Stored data

"""Which column is which: by the caller's word, else by the header's."""

from __future__ import annotations

from collections.abc import Mapping
from dataclasses import dataclass

from ident.errors import ReadError
from ident.record.quote import listed, printable, quoted
from ident.record.vocabulary import is_unit, meaning, understand

ROLES = ("time", "setpoint", "command", "speed")
NEEDED = ("time", "command", "speed")
Columns = Mapping[str, str | int]


_HOW = (
    'say which column is which with the options "time", "setpoint", "command" and "speed" (a header name each, or a '
    "column position counted from 0)"
)


@dataclass(frozen=True, slots=True)
class Mapped:
    """The columns of a log by role.

    layout    wide (one row per sample), long (one row per signal and sample), paired (each signal beside its time)
    index     {role: position}; in a long log the time and the value column (as "value") alone
    clocks    {role: position of its time column} where each signal has its own
    date      position of a date column that stands apart from the time of day, or None
    headers   {role: header}, as the report shows it
    why       {role: how it was recognised}
    units     {role: unit}, "" where none is named
    quality   {position: header} of status columns
    mode      position of a column of manual and automatic, or None
    tag       position of the column that names the signal of a row, or None
    counts    the speed column holds encoder counts by its own header
    unread    lines between the header or its units and the data
    """

    layout: str
    index: dict[str, int]
    clocks: dict[str, int]
    date: int | None
    headers: dict[str, str]
    why: dict[str, str]
    units: dict[str, str]
    quality: dict[int, str]
    mode: int | None
    tag: int | None
    counts: bool
    unread: int


def map_columns(
    above: tuple[tuple[str, ...], ...], width: int, columns: Columns | None, *, counts: bool = False
) -> Mapped:
    """Find the header among the rows above the data and map its columns to roles.

    above     rows directly above the data, nearest last
    columns   {role: header name or position}; what it leaves out is mapped by the header's words
    counts    a column of encoder counts may stand for the speed

    Raises ReadError: unknown-role, missing-column, ambiguous-columns, counts-per-rev-missing.
    """
    names, unit_row, unread = _header(above, width)
    asked = {role: want for role, want in (columns or {}).items() if want is not None}
    unknown = [role for role in asked if role not in ROLES]
    if unknown:
        raise ReadError(
            "unknown-role", f"There is no role {quoted(str(unknown[0]))}: the roles are {', '.join(ROLES)}."
        )
    understood = [understand(name) for name in names or []]
    kinds: dict[str, list[int]] = {}
    for i, header in enumerate(understood):
        kinds.setdefault(meaning(header) or "", []).append(i)
    long = _is_long(kinds)
    index = {role: _find(role, want, names, width) for role, want in asked.items() if not long or role == "time"}
    if len(set(index.values())) < len(index):
        raise ReadError("ambiguous-columns", f"Two roles were given the same column; {_HOW}.")
    why = dict.fromkeys(index, "you named it")
    for kind in kinds:
        kinds[kind] = [i for i in kinds[kind] if i not in index.values()]
    paired: dict[str, int] = {}
    date, in_counts = None, False
    if long:
        index = {"time": index.get("time", kinds["time"][0] if kinds["time"] else -1), "value": kinds["value"][0]}
    else:
        in_counts = counts and "speed" not in index and not kinds.get("speed") and len(kinds.get("counts", [])) == 1
        if in_counts:
            index["speed"], why["speed"] = kinds["counts"][0], "its header names encoder counts"
        paired = _paired(kinds, index)
        if paired:
            kinds["time"] = [paired["speed"]]
        date = _by_words(index, kinds, names or [])
        _check_complete(index, kinds, names, width)
        paired = {role: paired.get(role, paired["speed"]) for role, i in index.items()} if paired else {}
    if index["time"] < 0:
        raise ReadError("missing-column", f"No column for time was recognised; {_HOW}.", {"role": "time"})
    units = {
        role: printable((unit_row[i] if unit_row else "") or (understood[i].unit if understood else ""))
        for role, i in index.items()
    }
    shown = {
        role: printable(names[i]) if names else f"column {i}" for role, i in sorted(index.items(), key=lambda e: e[1])
    }
    for role, i in index.items() if names else ():
        why.setdefault(role, f'its header says "{printable(" ".join(understood[i].words))}"')
    if date is not None and names:
        shown["time"] = f"{printable(names[date])} + {shown['time']}"
    quality = {i: printable((names or [])[i]) for i in kinds.get("quality", [])}
    mode = kinds.get("mode", [])
    return Mapped(
        "long" if long else "paired" if paired else "wide",
        index,
        paired,
        date,
        shown,
        why,
        units,
        quality,
        mode[0] if len(mode) == 1 else None,
        kinds["tag"][0] if long else None,
        in_counts,
        unread,
    )


def map_tags(tags: tuple[str, ...], columns: Columns | None) -> tuple[dict[str, str], dict[str, str]]:
    """Which signal of a long log has which role, {role: tag}, and why.

    Raises ReadError: missing-column, ambiguous-columns.
    """
    asked = {role: want for role, want in (columns or {}).items() if want is not None and role != "time"}
    index = {role: _find(role, want, list(tags), len(tags)) for role, want in asked.items()}
    why = dict.fromkeys(index, "you named it")
    kinds: dict[str, list[int]] = {}
    for i, tag in enumerate(tags):
        if i not in index.values():
            kinds.setdefault(meaning(understand(tag)) or "", []).append(i)
    kinds.pop("time", None)
    _by_words(index, kinds, list(tags))
    _check_complete({**index, "time": 0}, kinds, list(tags), len(tags))
    return (
        {role: tags[i] for role, i in index.items()},
        {
            role: why.get(role, f'its tag says "{printable(" ".join(understand(tags[i]).words))}"')
            for role, i in index.items()
        },
    )


def _is_long(kinds: dict[str, list[int]]) -> bool:
    """One column names the signal, one holds its value, and none is a signal of its own."""
    one = all(len(kinds.get(kind, [])) == 1 for kind in ("tag", "value"))
    return one and bool(kinds.get("time")) and not any(kinds.get(role) for role in ("command", "speed"))


def _paired(kinds: dict[str, list[int]], index: dict[str, int]) -> dict[str, int]:
    """{role: its own time column}: the one left of it, where command and speed have different ones."""
    times = set(kinds.get("time", []))
    if "time" in index or len(times) < 2:
        return {}
    values = {role: index[role] if role in index else (kinds.get(role) or [-1])[0] for role in ROLES[1:]}
    left = {role: _left_of(i, times) for role, i in values.items() if i >= 0}
    apart = left.get("command", -1) >= 0 and left.get("speed", -1) >= 0 and left["command"] != left["speed"]
    return {role: t for role, t in left.items() if t >= 0} if apart else {}


def _left_of(position: int, times: set[int]) -> int:
    return max((t for t in times if t <= position), default=-1)


def _check_complete(index: dict[str, int], kinds: dict[str, list[int]], names: list[str] | None, width: int) -> None:
    missing = [role for role in NEEDED if role not in index]
    if not missing:
        return
    if not names:
        raise ReadError(
            "missing-column",
            'The log has no header row: give the options "time", "command", "speed" (and "setpoint") as column '
            "positions counted from 0, for example time 0, setpoint 1, command 2, speed 3.",
            {"columns": width},
        )
    if missing == ["speed"] and kinds.get("counts"):
        raise ReadError(
            "counts-per-rev-missing",
            f"Column {quoted(names[kinds['counts'][0]])} holds encoder counts: give the option "
            '"counts_per_rev", the counts of one revolution.',
            {"column": printable(names[kinds["counts"][0]])},
        )
    raise ReadError(
        "missing-column",
        f"No column for {missing[0]} was recognised among the headers {listed(names)}; {_HOW}.",
        {"role": missing[0]},
    )


def _header(above: tuple[tuple[str, ...], ...], width: int) -> tuple[list[str] | None, tuple[str, ...] | None, int]:
    """The row with the most known words, the units row under it, and how many more rows stand below."""
    known = [sum(meaning(understand(cell)) is not None for cell in row if cell) for row in above]
    wide = [i for i, row in enumerate(above) if sum(bool(c) for c in row) >= min(2, width)]
    named = [i for i in wide if not all(is_unit(cell) for cell in above[i])] or wide
    if not named:
        return None, None, 0
    best = max(named, key=lambda i: (known[i], i))
    below = above[best + 1 :]
    if below and all(is_unit(cell) for cell in below[0]):
        return list(above[best]), tuple(cell.strip("[]() ") for cell in below[0]), len(below) - 1
    return list(above[best]), None, len(below)


def _find(role: str, want: str | int, names: list[str] | None, width: int) -> int:
    if isinstance(want, str) and names:
        for key in (str.strip, lambda s: s.strip().casefold(), lambda s: " ".join(understand(s).words)):
            hits = [i for i, name in enumerate(names) if key(name) == key(want) and key(want)]
            if len(hits) > 1:
                raise ReadError(
                    "ambiguous-columns",
                    f"The header {quoted(want)} stands {len(hits)} times (positions {', '.join(map(str, hits))}): "
                    f'give option "{role}" as a column position counted from 0.',
                    {"role": role},
                )
            if hits:
                return hits[0]
    position = int(want) if isinstance(want, int) or (want.isascii() and want.isdigit()) else -1
    if 0 <= position < width:
        return position
    among = (
        f"the headers are {listed(names)}" if names else f"the log has no header and {width} columns, 0 to {width - 1}"
    )
    raise ReadError("missing-column", f"There is no column {quoted(str(want))} for {role}: {among}.", {"role": role})


def _by_words(index: dict[str, int], kinds: dict[str, list[int]], names: list[str]) -> int | None:
    """Fill the roles not asked for; the position of a separate date column, or None."""
    found = {role: list(kinds.get(role, [])) for role in ROLES}
    lacks = {role for role in ROLES if role not in index and not found[role]}
    # "input" beside "output" is the pair of the identification trade; "output" alone is whatever is lacking.
    if "command" in lacks and len(kinds.get("input", [])) == 1:
        found["command"] = kinds["input"]
        lacks.discard("command")
    weak = kinds.get("output", [])
    if len(weak) == 1 and len(lacks & {"command", "speed"}) == 1:
        found["speed" if "speed" in lacks else "command"] = weak
        lacks -= {"command", "speed"}
    unclear = weak + kinds.get("cv", [])
    if lacks & {"command", "speed"} and unclear:
        raise ReadError(
            "ambiguous-columns",
            f"{listed([names[i] for i in unclear])} may mean the command or the speed; {_HOW}.",
            {"role": ", ".join(sorted(lacks & {"command", "speed"}))},
        )
    date = None
    if "time" not in index and kinds.get("date"):
        if not found["time"]:
            found["time"] = kinds["date"]
        elif len(kinds["date"]) == 1 and len(found["time"]) == 1:
            date = kinds["date"][0]
    for role in ROLES:
        if role in index or not found[role]:
            continue
        if len(found[role]) > 1:
            raise ReadError(
                "ambiguous-columns",
                f"{len(found[role])} columns may be the {role}: {listed([names[i] for i in found[role]])}; {_HOW}.",
                {"role": role, "candidates": len(found[role])},
            )
        index[role] = found[role][0]
    return date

▸ Your task: The answer must be every line of the records that holds the string "printable".

▸ Answer section:
from ident.record.quote import listed, printable, quoted
        role: printable((unit_row[i] if unit_row else "") or (understood[i].unit if understood else ""))
        role: printable(names[i]) if names else f"column {i}" for role, i in sorted(index.items(), key=lambda e: e[1])
        why.setdefault(role, f'its header says "{printable(" ".join(understood[i].words))}"')
        shown["time"] = f"{printable(names[date])} + {shown['time']}"
    quality = {i: printable((names or [])[i]) for i in kinds.get("quality", [])}
            role: why.get(role, f'its tag says "{printable(" ".join(understand(tags[i]).words))}"')
            {"column": printable(names[kinds["counts"][0]])},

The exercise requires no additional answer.